Who is the Good Samaritan?
- swendler1
- Jul 9
- 2 min read

The Good Samaritan story is one that is rich, layered, and has depth. It sticks in your ribs, doesn’t it? It’s a story that you know well and you’ve heard many times as a Christian. The story of someone who chose to stay, to help, to give without asking anything in return. But, who is the Good Samaritan in the world?
The Samaritans at the time were not people who had it easy. They would have been considered to be people in the margins. Yet, Jesus makes the hero of this parable a Samaritan anyway. Perhaps, radically.
If I asked you who Jesus is in the story, you may go straight for the Good Samaritan. Right? The person who gave and didn’t receive, who didn’t make the injured person beg or earn help. And that’s fair.
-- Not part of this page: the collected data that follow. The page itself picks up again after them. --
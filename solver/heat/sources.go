package heat

// place finds the cells of the sources of heat.
func (ev *Evolution) place() {
	w, n := &ev.w, len(ev.cells)
	w.sourced = len(ev.sources) > 0 || ev.heater != nil
	if !w.sourced || ev.heater != nil {
		return
	}
	w.size(n)
	for i := range n {
		w.given[i] = 0
	}
	for _, s := range ev.sources {
		var i int
		share := 1.0 // of cell i; the rest goes to the next one
		if s.BaseOf != "" {
			j, ok := ev.find(s.BaseOf)
			if !ok {
				continue
			}
			i = ev.strata[j].hi - 1
			if i+1 < n { // by the conductances, as heat would leave a plane between them
				a, b := &ev.cells[i], &ev.cells[i+1]
				ga := ev.conductance(a)
				share = ga / (ga + ev.conductance(b))
			}
		} else {
			i, share = ev.between(s.Depth)
		}
		w.given[i] += s.Power * share
		if i+1 < n {
			w.given[i+1] += s.Power * (1 - share)
		}
	}
}

func (ev *Evolution) conductance(c *cell) float64 {
	return ev.strata[c.layer].k.Value(c.T, c.P) / ev.thickness(c)
}

// between returns the cell whose middle is the last above a depth, and the share of a
// source there that falls to it: linear between the middles.
func (ev *Evolution) between(z float64) (int, float64) {
	var top, mid float64
	for i := range ev.cells {
		d := ev.thickness(&ev.cells[i])
		next := top + d/2
		if z < next {
			if i == 0 {
				return 0, 1
			}
			return i - 1, (next - z) / (next - mid)
		}
		mid, top = next, top+d
	}
	return len(ev.cells) - 1, 1
}
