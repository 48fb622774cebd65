package heat

import (
	"fmt"
	"math"

	"keelfall/column"
)

// march integrates T and P down one layer.
type march struct {
	layer *column.Layer
	g     float64
	top   float64 // depth of the layer's top, m
	flow  float64 // heat flow at its top, W/m²
	mode  mode
	line  line // the temperature of a given geotherm
}

// mode says where the temperature comes from.
type mode int

const (
	conducted mode = iota
	given
	absent
)

// line is a temperature linear in the depth below the layer's top.
type line struct{ at, T, slope float64 }

// slopes returns dT/dz and dP/dz at a depth below the layer's top. A conductivity
// that is not positive gives NaN, which march.run turns into an error.
func (m *march) slopes(below, T, P float64) (dT, dP float64) {
	l := m.layer
	switch m.mode {
	case conducted:
		k := l.Conductivity.Value(T, P)
		if !(k > 0) {
			return math.NaN(), 0
		}
		dT = (m.flow - l.HeatProduction.Integral(below)) / k
	case given:
		dT = m.line.slope
		T = m.line.T + dT*(below-m.line.at)
	}
	return dT, m.g * l.Density.At(T, P, below/l.Thickness)
}

// step advances (T, P) by h with the explicit sixth-order method of Butcher 1964
// (J. Austral. Math. Soc. 4, 179; coefficients from memory, their order is checked by
// TestOrderOfAccuracy).
func (m *march) step(z, h, T, P float64) (float64, float64) {
	t1, p1 := m.slopes(z, T, P)
	t2, p2 := m.slopes(z+h/3, T+h*t1/3, P+h*p1/3)
	t3, p3 := m.slopes(z+2*h/3, T+h*2*t2/3, P+h*2*p2/3)
	t4, p4 := m.slopes(z+h/3, T+h*(t1+4*t2-t3)/12, P+h*(p1+4*p2-p3)/12)
	t5, p5 := m.slopes(z+h/2, T+h*(-t1+18*t2-3*t3-6*t4)/16, P+h*(-p1+18*p2-3*p3-6*p4)/16)
	t6, p6 := m.slopes(z+h/2, T+h*(9*t2-3*t3-6*t4+4*t5)/8, P+h*(9*p2-3*p3-6*p4+4*p5)/8)
	t7, p7 := m.slopes(z+h, T+h*(9*t1-36*t2+63*t3+72*t4-64*t6)/44, P+h*(9*p1-36*p2+63*p3+72*p4-64*p6)/44)
	return T + h*(11*(t1+t7)+81*(t3+t4)-32*(t5+t6))/120, P + h*(11*(p1+p7)+81*(p3+p4)-32*(p5+p6))/120
}

// DomainError says where a profile leaves the range of the physics.
type DomainError struct {
	Layer        string
	Depth        float64 // m
	T            float64 // K, the last good value above
	Conductivity float64 // W/m/K there
	Flow         float64 // W/m² there
}

func (e *DomainError) Error() string {
	return fmt.Sprintf("heat: %s: below %.0f m (T = %.4g K, conductivity %.4g W/m/K, heat flow %.4g W/m²) the temperature falls to 0 K or the conductivity is not positive", e.Layer, e.Depth, e.T, e.Conductivity, e.Flow)
}

// run integrates over the nodes, whose first holds T and P and all of which hold
// their depth, and fills the rest.
func (m *march) run(nodes []Node) error {
	for i := range nodes {
		n := &nodes[i]
		below := n.Depth - m.top
		if i > 0 {
			b := &nodes[i-1]
			n.T, n.P = m.step(b.Depth-m.top, n.Depth-b.Depth, b.T, b.P)
			if m.mode == given {
				n.T = m.line.T + m.line.slope*(below-m.line.at)
			}
			if m.mode != absent && !(n.T > 0) || math.IsNaN(n.P) || math.IsInf(n.T+n.P, 0) {
				return &DomainError{m.layer.Name, b.Depth, b.T, m.layer.Conductivity.Value(b.T, b.P), b.Flow}
			}
		}
		switch m.mode {
		case conducted:
			n.Flow = m.flow - m.layer.HeatProduction.Integral(below)
		case given:
			n.Flow = m.layer.Conductivity.Value(n.T, n.P) * m.line.slope
		}
	}
	return nil
}

// curvature returns d²T/dz² from dq/dz = −H: κ_c T” = −H − T' dκ_c/dz.
func (m *march) curvature(n *Node, dT, dP float64) float64 {
	c := &m.layer.Conductivity
	kT, kP := c.Partials(n.T, n.P)
	return (-m.layer.HeatProduction.At(n.Depth-m.top) - dT*(kT*dT+kP*dP)) / c.Value(n.T, n.P)
}

// curves appends the spans between the nodes.
func (m *march) curves(to []span, nodes []Node) []span {
	var bT, bP, bC float64
	for i := range nodes {
		n := &nodes[i]
		dT, dP := m.slopes(n.Depth-m.top, n.T, n.P)
		var c float64
		if m.mode == conducted {
			c = m.curvature(n, dT, dP)
		}
		if i > 0 {
			b := &nodes[i-1]
			h := n.Depth - b.Depth
			s := span{z: b.Depth, h: h, p: cubic(b.P, h*bP, n.P, h*dP)}
			switch m.mode {
			case conducted:
				s.t = quintic(b.T, h*bT, h*h*bC, n.T, h*dT, h*h*c)
			case given:
				s.t = [6]float64{b.T, n.T - b.T}
			}
			to = append(to, s)
		}
		bT, bP, bC = dT, dP, c
	}
	return to
}

// grid returns n+1 nodes from top to bottom.
func grid(top, bottom float64, n int) []Node {
	nodes := make([]Node, n+1)
	for i := range nodes {
		nodes[i].Depth = top + (bottom-top)*(float64(i)/float64(n))
	}
	nodes[n].Depth = bottom
	return nodes
}
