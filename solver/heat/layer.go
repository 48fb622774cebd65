package heat

// LayerState is one layer now.
type LayerState struct {
	Top, Thickness float64 // m
	Mass           float64 // kg/m²
	BaseT, BaseP   float64 // K and Pa at its base
}

// Layer returns a layer as it is now; ok is false where it is not there.
func (ev *Evolution) Layer(name string) (l LayerState, ok bool) {
	j, ok := ev.find(name)
	if !ok {
		return l, false
	}
	s := &ev.strata[j]
	for i := range s.hi {
		c := &ev.cells[i]
		if i < s.lo {
			l.Top += ev.thickness(c)
		} else {
			l.Thickness += ev.thickness(c)
			l.Mass += c.m
		}
		l.BaseP += ev.gravity * c.m
	}
	_, l.BaseT = ev.facesOf(s.hi - 1)
	return l, true
}

// Flown returns the mass that rock set with Flux has brought to a layer, negative where
// it has been taken, in kg per m² of the column's area at the start, which stretching has
// widened since by exp(Spread).
func (ev *Evolution) Flown(layer string) float64 { return ev.flown[layer] }

// Spread returns the integral of ExtensionRate over time since the start.
func (ev *Evolution) Spread() float64 { return ev.spread }

// BaseMass returns the thickness in m of the lowest part of a layer that has the mass in
// kg/m², and that mass; less of both where the layer holds less.
func (ev *Evolution) BaseMass(name string, mass float64) (thickness, got float64) {
	j, ok := ev.find(name)
	if !ok {
		return 0, 0
	}
	for i := ev.strata[j].hi - 1; i >= ev.strata[j].lo && got < mass; i-- {
		c := &ev.cells[i]
		m := min(c.m, mass-got)
		thickness += m / ev.rho(c)
		got += m
	}
	return thickness, got
}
Jesus could absolutely be that character. But, Jesus could also be seen in the man injured, beaten and left. The man who people walked by first. I could argue that Jesus could also be seen in the Priest and the Levite. The people who had to make an impossible choice- abide by the law that wouldn’t allow them to help others if they helped the man, or fall into human thinking and reasoning before deciding what to do. Jesus was fully divine, but Jesus was also fully human. Jesus would get weary and even turned people away when that humanity overwhelmed him. Jesus felt anger, felt impossible choices, just as we all do.
In a world that is in such need of help, love, and grace, do we wait for a call to action to show compassion before stepping forward like the Good Samaritan? Do we wait for those already in the margins to help first?
What I learn from this story is simple: My first question was always, why was the man on the road? Where was he going? Why was he traveling on a road known for danger? What was his motive? The answer is: it doesn’t matter. The Good Samaritan didn’t ask to know a thing before stepping in. I once saw a protest sign that said, “You don’t have to know someone to speak up for them.” We all fall into that ditch ourselves sometimes, needing to know why someone needs help before giving it. The story, the why, becomes the reason whether we help or not.
This week, try and help without knowing. Without asking who someone is first. Without knowing the why or the story. Help without asking for a reason. Jesus calls us to feel “compassion so deep it’s from the bowels” because that is how God loves us. We have been given grace without having to explain why we need it. God already gave it. And that, that’s the Gospel and the good news. That’s how we follow this parable and bring God’s love to life.